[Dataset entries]
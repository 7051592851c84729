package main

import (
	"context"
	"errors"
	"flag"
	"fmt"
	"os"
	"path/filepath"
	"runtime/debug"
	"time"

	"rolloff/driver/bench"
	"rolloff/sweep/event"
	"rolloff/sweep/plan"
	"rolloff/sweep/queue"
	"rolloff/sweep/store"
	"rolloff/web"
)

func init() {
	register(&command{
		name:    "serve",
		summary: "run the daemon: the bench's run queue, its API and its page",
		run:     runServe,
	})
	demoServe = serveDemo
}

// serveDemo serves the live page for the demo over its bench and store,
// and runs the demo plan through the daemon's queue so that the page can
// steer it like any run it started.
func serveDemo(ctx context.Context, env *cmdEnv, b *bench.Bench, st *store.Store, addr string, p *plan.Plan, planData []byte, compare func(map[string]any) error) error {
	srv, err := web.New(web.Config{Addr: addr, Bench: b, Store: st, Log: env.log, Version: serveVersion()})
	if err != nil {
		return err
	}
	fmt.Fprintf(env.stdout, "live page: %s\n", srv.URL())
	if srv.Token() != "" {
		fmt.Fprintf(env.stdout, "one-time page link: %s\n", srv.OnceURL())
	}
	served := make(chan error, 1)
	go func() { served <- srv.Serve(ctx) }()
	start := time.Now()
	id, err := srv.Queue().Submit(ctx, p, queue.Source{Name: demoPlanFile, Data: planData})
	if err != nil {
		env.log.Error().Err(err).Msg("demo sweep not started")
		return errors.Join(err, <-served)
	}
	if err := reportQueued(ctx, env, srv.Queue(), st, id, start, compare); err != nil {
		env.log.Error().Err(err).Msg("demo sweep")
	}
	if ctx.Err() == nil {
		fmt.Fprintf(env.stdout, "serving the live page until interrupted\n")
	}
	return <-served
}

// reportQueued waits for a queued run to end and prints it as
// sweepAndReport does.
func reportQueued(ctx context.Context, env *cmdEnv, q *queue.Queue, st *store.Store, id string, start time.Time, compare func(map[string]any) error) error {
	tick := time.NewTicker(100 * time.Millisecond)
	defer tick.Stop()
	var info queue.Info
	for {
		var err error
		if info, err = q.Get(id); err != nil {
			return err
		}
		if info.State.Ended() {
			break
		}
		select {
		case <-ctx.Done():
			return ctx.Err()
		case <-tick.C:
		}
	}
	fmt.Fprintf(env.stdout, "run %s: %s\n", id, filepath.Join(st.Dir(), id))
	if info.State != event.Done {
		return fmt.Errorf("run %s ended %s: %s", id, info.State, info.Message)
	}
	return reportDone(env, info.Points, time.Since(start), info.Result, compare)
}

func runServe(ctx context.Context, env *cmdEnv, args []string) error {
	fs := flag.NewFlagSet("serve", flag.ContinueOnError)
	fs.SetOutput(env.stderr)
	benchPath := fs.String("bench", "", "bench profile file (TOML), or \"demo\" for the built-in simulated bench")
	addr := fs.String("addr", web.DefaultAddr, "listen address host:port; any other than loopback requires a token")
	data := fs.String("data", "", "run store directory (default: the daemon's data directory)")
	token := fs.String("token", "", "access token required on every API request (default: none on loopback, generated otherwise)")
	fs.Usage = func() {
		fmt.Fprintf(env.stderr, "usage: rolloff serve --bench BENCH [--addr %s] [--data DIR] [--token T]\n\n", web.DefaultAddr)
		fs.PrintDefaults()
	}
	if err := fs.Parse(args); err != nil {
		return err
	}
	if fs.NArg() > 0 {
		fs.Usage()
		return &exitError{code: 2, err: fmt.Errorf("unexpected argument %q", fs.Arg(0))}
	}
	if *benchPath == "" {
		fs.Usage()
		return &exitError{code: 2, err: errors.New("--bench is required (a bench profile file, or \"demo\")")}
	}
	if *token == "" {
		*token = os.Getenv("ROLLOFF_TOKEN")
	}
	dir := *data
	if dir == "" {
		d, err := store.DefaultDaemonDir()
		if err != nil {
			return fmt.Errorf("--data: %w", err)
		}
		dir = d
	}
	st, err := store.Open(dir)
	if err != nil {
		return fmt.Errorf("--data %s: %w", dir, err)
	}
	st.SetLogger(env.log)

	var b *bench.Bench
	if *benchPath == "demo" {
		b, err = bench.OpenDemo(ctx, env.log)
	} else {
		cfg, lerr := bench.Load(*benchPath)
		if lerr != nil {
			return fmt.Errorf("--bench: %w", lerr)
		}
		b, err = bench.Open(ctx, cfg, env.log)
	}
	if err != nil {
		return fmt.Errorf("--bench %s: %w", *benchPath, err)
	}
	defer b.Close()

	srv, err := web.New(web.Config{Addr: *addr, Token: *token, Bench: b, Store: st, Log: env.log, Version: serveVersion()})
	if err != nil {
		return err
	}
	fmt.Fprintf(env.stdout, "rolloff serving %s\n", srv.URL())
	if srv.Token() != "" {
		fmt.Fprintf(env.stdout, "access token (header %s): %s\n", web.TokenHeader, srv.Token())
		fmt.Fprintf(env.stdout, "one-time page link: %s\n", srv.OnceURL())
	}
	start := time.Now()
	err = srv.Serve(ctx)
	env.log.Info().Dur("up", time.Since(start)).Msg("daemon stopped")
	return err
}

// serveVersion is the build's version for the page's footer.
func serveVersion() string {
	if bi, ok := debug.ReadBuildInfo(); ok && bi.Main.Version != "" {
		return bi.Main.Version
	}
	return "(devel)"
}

Task instructions: Once the lines containing "required" in the data above are counted, give the total by itself.

Task output: 2